¿Quién verifica?
Cristina Rivera Garza
Cristina Rivera Garza
(Matamoros, Tamaulipas, 1964) es un referente en la literatura mexicana. Entre
sus numerosas obras, destacan sus novelas Nadie
me verá llorar (Tusquets, 1999) o La muerte me da (Tusquets, 2007), el
ensayo Los muertos indóciles.
Necroescrituras y desapropiación (Tusquets, 2013) o su reciente trabajo
sobre Juan Rulfo: Había mucha neblina, o humo o no sé qué (Random House, 2016).
A continuación comentaremos sus poemarios La muerte me da / Anne-Marie Bianco (ITESM-Bonobos, 2007) y El disco de Newton. Diez ensayos sobre el color (UNAM / Bonobos, 2011),
presentes en el Archivo de Poesía Mexa.
Lo primero que nos llama la atención
de La muerte me da (2007), como
poemario, es que está firmado por un seudónimo (Anne-Marie Bianco), tal como lo
hacía Juan Almela con Gerardo Deniz, por ejemplo. No obstante, este recurso es
puntual en la poeta. Además, dicho texto formaría parte del final de su novela homónima. El editor de Bonobos, Santiago Matías, explica cómo le llegó el
manuscrito por una enigmática y desconocida Anne-Marie Bianco y cómo publica un
texto sin rostro. El nombre de Rivera Garza no aparece en todo el libro.
El monólogo sobre el lugar, el
espacio que tanto preocupa a la autora convive con una técnica que vienen
siendo habitual en la poesía mexicana contemporánea: la tachadura.
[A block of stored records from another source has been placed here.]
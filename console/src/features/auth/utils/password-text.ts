import {
  minPasswordLength,
  passwordProblemSchema,
  PASSWORD_PROBLEM_MESSAGES,
  PASSWORD_RULES,
  type PasswordProblem,
} from '@stillwell/shared/access';
import { ApiError } from '../../../lib/api-client';

/** A rule in the words the form shows (the same words as newPasswordSchema's). */
export function problemText(problem: PasswordProblem, roles: readonly string[]): string {
  return problem === 'too-short'
    ? `at least ${minPasswordLength(roles)} characters`
    : PASSWORD_PROBLEM_MESSAGES[problem];
}

/** The rules the gateway says a new password broke (password-rejected), in those words. */
export function rejectedPasswordText(error: unknown, roles: readonly string[]): string | null {
  if (!(error instanceof ApiError) || error.code !== 'password-rejected') return null;
  const problems = (error.body as { problems?: unknown } | undefined)?.problems;
  const list = Array.isArray(problems)
    ? problems.flatMap((p) => {
        const parsed = passwordProblemSchema.safeParse(p);
        return parsed.success ? [problemText(parsed.data, roles)] : [];
      })
    : [];
  return list.length ? list.join('; ') : error.message;
}

/** The rule as one line for a form's helper text. */
export function passwordRuleHint(roles: readonly string[]): string {
  return `At least ${minPasswordLength(roles)} characters (at most ${PASSWORD_RULES.maxLength}); a phrase of several words works well. Not a commonly used password.`;
}
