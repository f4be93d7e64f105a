import { z } from 'zod';
import { qualitySchema } from './message.js';
import { UNITS } from '../units/units.js';

/** Shapes the gateway serves and the console reads (REST and socket.io). */

export const readingSchema = z.strictObject({
  reservoirId: z.string(),
  deviceId: z.string(),
  channel: z.string(),
  seq: z.number().int(),
  /** measurement time, epoch ms */
  t: z.number(),
  /** value in the channel's SI unit */
  v: z.number(),
  q: qualitySchema,
});
export type Reading = z.infer<typeof readingSchema>;

/** A channel's readings over a range, columnar so a chart can take them as they are. */
export const readingSeriesSchema = z.strictObject({
  channel: z.string(),
  unit: z.enum(UNITS),
  t: z.array(z.number()),
  v: z.array(z.number()),
  q: z.array(qualitySchema),
});
export type ReadingSeries = z.infer<typeof readingSeriesSchema>;

export const siteClockSchema = z.strictObject({
  /** the site's current time, epoch ms (plant time in the demo, the wall clock in production) */
  now: z.number(),
  /** plant seconds per wall second: 1 in production */
  speed: z.number(),
  simulated: z.boolean(),
});
export type SiteClock = z.infer<typeof siteClockSchema>;

export const channelStateSchema = z.strictObject({
  channel: z.string(),
  deviceId: z.string(),
  value: z.number(),
  unit: z.enum(UNITS),
  quality: qualitySchema,
  seq: z.number().int(),
  /** measurement time, epoch ms */
  t: z.number(),
  /** site time since the measurement, s */
  ageS: z.number(),
  stale: z.boolean(),
});
export type ChannelState = z.infer<typeof channelStateSchema>;

/** The overview's numbers, derived by the gateway so that every screen shows the same ones. */
export const reservoirStatusSchema = z.strictObject({
  reservoirId: z.string(),
  clock: siteClockSchema,
  pool: z
    .strictObject({
      elevation: z.number(),
      /** the gauge the elevation came from */
      source: z.string(),
      freeboard: z.number(),
      /** m per hour, positive rising; null until enough readings */
      rateOfRise: z.number().nullable(),
    })
    .nullable(),
  inflow: z.number().nullable(),
  outflow: z.number().nullable(),
  channels: z.array(channelStateSchema),
  ingestion: z.strictObject({
    stored: z.number().int(),
    quarantined: z.number().int(),
    gaps: z.number().int(),
  }),
});
export type ReservoirStatus = z.infer<typeof reservoirStatusSchema>;

export const reservoirSummarySchema = z.strictObject({
  id: z.string(),
  name: z.string(),
  damName: z.string(),
  timeZone: z.string(),
  version: z.number().int(),
});
export type ReservoirSummary = z.infer<typeof reservoirSummarySchema>;

/** socket.io: namespace and event names, so both sides spell them once. */
export const LIVE_NAMESPACE = '/live';
export const LIVE_EVENTS = {
  /** client -> server: { reservoirId }, answered by an ack { ok, error? } */
  subscribe: 'subscribe',
  unsubscribe: 'unsubscribe',
  /** server -> client: Reading[] as stored, in one batch */
  readings: 'readings',
  /** server -> client: ReservoirStatus */
  status: 'status',
} as const;

export const subscribeRequestSchema = z.strictObject({ reservoirId: z.string().min(1).max(64) });
export type SubscribeRequest = z.infer<typeof subscribeRequestSchema>;
export interface SubscribeAck {
  ok: boolean;
  error?: string;
}

/** socket.io event maps on the live namespace, for typed clients and servers. */
export interface LiveServerToClientEvents {
  readings: (batch: Reading[]) => void;
  status: (status: ReservoirStatus) => void;
}
export interface LiveClientToServerEvents {
  subscribe: (request: SubscribeRequest, ack: (ack: SubscribeAck) => void) => void;
  unsubscribe: (request: SubscribeRequest, ack: (ack: SubscribeAck) => void) => void;
}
León
Plascencia Ñol, Julián Herbert, Alejandro Albarrán o Stephanie Alcantar, como veremos en otra ocasión, cultivan este discurso obliterado. En el caso de La muerte me da, lo tachado (se advierte en los aclaramientos
iniciales) solo indica entre corchetes una versión previa que ahora ya no
aparece, se ha borrado, pero se indica como justificación del vacío que, en
muchas ocasiones, tiene que ver con el significado de unos versos que, por ejemplo,
hablan de la pérdida.
Los paréntesis muestran la respuesta de quien presencia la noticia de una desaparición. La crónica se logra mediante
poemas muy breves cuyos títulos tejen la historia de este libro autónomo y, a
la vez, complemento de su novela. El hecho de que lo firme como Anne-Marie
Bianco reduce la distancia entre el testimonio de la experiencia, lo sufrido, y
lo contado (o lo poetizado, en este caso).
Los juegos de palabras (mediante el
calambur o la paronomasia) critican a las instituciones, machistas y ajenas al
compromiso social con la violencia. Así comienza el poema «VI. La víctima
siempre es femenina»:
En el Ministerio (que es un lugar de los hechos)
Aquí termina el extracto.